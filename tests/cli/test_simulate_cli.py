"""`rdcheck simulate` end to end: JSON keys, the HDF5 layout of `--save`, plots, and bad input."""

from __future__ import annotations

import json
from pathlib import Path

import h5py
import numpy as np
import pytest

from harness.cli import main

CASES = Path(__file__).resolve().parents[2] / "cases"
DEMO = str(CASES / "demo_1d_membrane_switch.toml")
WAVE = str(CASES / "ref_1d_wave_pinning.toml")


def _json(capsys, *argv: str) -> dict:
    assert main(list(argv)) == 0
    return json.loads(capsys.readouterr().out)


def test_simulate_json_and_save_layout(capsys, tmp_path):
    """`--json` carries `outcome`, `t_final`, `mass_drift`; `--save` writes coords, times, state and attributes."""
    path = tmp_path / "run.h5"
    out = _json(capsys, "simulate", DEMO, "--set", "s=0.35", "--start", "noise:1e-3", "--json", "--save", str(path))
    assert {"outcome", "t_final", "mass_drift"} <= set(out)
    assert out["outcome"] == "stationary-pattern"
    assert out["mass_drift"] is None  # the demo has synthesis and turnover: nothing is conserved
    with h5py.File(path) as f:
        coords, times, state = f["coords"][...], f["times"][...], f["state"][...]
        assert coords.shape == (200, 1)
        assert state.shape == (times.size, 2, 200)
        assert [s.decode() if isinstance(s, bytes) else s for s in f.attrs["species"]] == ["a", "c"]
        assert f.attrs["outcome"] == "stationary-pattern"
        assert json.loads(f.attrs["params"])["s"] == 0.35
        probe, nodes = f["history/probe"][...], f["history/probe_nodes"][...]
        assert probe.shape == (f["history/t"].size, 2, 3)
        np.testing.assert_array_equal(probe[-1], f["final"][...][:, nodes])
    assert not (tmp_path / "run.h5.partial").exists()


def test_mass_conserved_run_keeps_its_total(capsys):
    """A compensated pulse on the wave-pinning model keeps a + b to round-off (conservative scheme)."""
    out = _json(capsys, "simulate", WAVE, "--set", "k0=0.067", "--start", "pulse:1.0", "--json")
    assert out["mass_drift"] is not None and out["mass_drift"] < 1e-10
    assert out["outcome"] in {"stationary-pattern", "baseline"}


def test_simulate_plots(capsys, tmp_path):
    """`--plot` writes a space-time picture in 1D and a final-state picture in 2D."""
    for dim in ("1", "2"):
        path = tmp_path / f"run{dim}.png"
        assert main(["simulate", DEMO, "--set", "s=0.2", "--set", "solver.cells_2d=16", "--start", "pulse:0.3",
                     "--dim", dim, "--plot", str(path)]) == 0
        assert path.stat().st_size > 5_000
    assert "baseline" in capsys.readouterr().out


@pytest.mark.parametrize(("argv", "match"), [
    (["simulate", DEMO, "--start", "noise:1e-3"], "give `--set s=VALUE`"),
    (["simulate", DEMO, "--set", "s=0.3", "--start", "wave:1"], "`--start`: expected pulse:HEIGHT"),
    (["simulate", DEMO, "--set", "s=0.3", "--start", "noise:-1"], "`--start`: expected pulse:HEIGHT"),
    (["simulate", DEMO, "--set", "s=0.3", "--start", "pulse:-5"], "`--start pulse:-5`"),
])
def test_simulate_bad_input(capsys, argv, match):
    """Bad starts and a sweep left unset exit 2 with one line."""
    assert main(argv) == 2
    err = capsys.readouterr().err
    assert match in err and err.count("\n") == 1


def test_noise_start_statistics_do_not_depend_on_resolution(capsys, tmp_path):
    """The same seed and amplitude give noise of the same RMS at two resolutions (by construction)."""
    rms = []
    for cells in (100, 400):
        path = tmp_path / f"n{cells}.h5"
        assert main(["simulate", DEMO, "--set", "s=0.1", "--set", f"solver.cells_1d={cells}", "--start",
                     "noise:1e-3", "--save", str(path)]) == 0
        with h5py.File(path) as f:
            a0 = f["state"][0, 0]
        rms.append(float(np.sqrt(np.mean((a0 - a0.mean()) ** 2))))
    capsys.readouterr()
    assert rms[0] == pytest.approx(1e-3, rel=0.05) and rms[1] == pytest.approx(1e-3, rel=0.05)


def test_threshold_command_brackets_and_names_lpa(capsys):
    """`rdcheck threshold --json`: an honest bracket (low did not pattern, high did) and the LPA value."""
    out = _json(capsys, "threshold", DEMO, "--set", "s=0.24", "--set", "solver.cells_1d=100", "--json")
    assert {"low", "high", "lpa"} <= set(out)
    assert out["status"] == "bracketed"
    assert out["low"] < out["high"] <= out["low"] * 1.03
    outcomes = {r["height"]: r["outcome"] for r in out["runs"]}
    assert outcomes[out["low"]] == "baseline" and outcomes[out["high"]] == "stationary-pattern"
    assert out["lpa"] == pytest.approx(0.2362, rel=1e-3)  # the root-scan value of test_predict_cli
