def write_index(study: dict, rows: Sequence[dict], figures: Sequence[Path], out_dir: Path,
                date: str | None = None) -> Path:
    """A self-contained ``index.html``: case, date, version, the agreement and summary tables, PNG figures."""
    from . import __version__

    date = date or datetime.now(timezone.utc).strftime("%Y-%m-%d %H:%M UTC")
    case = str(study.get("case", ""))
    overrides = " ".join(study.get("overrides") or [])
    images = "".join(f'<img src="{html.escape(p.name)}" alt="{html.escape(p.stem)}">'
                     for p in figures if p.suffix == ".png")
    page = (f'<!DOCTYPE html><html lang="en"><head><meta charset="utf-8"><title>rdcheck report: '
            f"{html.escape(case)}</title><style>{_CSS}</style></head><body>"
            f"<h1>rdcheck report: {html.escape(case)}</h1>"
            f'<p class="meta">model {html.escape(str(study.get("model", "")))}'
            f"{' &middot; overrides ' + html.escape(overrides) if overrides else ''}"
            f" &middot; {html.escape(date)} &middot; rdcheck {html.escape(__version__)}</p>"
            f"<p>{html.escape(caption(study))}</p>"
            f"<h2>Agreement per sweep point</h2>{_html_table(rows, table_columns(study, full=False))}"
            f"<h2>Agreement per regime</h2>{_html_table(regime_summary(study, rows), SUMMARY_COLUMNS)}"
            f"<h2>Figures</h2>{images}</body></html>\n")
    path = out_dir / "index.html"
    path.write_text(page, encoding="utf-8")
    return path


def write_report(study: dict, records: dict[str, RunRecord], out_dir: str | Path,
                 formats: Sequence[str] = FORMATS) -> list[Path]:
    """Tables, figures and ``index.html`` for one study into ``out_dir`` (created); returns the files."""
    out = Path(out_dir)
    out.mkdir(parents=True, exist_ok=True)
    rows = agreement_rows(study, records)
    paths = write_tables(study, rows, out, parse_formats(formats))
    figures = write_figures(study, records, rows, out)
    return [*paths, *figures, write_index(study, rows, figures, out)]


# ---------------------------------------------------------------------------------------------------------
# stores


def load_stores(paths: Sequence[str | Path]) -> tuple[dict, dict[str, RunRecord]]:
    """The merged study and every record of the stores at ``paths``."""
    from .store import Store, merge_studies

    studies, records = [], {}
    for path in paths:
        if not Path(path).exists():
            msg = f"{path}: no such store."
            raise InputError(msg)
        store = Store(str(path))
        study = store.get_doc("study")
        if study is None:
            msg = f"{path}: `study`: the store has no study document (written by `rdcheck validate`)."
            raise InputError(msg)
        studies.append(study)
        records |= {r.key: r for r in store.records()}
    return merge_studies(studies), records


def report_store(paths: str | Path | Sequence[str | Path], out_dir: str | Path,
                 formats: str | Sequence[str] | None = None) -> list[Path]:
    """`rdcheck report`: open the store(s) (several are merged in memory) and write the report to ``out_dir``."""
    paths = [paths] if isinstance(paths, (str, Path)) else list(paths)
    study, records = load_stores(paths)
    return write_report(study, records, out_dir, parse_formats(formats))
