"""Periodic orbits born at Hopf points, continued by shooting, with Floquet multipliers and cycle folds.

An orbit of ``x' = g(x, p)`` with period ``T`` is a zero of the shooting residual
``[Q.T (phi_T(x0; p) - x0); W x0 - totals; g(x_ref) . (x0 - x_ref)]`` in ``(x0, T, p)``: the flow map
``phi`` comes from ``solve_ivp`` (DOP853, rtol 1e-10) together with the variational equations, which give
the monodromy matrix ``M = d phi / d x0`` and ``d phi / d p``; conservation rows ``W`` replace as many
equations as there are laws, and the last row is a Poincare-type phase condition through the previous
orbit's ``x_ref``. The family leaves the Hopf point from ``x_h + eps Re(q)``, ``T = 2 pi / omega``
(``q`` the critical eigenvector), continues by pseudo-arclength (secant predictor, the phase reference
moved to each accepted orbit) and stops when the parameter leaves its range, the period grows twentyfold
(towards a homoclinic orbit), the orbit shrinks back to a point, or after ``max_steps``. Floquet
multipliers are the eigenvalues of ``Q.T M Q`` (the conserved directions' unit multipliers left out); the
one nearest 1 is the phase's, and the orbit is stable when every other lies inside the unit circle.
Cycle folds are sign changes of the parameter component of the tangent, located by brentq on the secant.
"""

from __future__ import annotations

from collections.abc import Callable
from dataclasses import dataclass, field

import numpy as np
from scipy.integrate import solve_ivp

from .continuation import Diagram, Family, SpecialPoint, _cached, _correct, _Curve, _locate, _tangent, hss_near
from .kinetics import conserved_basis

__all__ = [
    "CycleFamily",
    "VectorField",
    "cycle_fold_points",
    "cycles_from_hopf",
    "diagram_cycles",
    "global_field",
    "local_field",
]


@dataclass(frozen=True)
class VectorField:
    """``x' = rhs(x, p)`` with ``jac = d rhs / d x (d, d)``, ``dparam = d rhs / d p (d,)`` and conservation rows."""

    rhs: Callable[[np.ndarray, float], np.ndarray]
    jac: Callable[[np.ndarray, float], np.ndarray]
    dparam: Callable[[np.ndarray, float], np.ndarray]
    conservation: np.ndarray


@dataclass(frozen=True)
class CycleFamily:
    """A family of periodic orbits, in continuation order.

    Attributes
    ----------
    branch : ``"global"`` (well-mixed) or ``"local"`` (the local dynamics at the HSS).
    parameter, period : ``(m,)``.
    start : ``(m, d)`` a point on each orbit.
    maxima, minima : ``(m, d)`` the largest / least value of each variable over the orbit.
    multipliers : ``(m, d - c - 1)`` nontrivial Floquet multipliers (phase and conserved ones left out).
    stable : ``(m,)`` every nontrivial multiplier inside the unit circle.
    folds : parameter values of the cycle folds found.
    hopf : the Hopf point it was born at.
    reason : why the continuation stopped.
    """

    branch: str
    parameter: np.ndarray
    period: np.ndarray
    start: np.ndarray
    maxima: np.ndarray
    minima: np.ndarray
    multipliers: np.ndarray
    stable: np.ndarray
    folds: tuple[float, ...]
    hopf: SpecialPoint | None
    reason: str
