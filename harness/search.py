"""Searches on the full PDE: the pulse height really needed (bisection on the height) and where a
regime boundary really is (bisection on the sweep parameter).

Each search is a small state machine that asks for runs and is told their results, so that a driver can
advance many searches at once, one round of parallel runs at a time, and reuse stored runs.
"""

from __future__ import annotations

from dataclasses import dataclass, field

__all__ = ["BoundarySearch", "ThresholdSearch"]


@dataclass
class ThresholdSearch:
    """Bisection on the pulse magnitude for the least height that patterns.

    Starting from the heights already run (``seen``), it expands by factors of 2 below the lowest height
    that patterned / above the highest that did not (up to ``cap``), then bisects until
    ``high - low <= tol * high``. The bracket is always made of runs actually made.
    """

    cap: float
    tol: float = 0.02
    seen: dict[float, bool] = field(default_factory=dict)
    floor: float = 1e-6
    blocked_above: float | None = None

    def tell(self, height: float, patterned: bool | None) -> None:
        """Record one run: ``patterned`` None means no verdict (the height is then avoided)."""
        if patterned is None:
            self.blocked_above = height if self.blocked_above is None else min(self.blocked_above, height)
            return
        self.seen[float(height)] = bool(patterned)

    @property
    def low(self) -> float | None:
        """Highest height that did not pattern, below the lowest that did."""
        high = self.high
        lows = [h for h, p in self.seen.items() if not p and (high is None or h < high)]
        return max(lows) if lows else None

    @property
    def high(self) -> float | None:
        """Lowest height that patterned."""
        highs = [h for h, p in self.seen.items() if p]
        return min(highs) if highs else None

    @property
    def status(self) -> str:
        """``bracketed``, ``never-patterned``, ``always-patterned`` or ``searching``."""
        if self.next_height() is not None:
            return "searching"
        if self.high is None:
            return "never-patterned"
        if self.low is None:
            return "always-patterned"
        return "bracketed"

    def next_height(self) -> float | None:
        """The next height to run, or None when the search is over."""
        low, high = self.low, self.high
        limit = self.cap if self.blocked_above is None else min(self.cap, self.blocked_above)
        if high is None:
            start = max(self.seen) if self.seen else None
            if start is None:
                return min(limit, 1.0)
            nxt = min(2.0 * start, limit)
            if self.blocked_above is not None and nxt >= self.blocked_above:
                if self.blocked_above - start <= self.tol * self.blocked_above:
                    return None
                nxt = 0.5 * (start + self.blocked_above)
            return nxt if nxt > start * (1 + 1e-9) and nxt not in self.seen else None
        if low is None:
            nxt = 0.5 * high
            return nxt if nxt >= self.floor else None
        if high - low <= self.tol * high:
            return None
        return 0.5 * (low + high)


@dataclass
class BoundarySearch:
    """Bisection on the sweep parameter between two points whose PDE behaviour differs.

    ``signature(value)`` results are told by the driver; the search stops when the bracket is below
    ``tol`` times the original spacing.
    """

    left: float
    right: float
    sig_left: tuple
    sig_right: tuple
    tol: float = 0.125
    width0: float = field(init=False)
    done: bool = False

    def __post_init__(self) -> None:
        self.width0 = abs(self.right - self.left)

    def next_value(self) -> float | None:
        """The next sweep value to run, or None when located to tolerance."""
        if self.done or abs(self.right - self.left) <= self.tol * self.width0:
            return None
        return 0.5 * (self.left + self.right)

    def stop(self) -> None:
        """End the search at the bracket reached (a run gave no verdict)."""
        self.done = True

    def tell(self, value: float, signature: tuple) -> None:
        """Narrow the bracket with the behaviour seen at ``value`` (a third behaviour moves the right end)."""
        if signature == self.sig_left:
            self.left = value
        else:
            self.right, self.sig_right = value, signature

- [Exercise goal] Every line holding the word "give" should be copied out of the records above.

- [Answer box]
    (["simulate", DEMO, "--start", "noise:1e-3"], "give `--set s=VALUE`"),
    """The same seed and amplitude give noise of the same RMS at two resolutions (by construction)."""
``phi`` comes from ``solve_ivp`` (DOP853, rtol 1e-10) together with the variational equations, which give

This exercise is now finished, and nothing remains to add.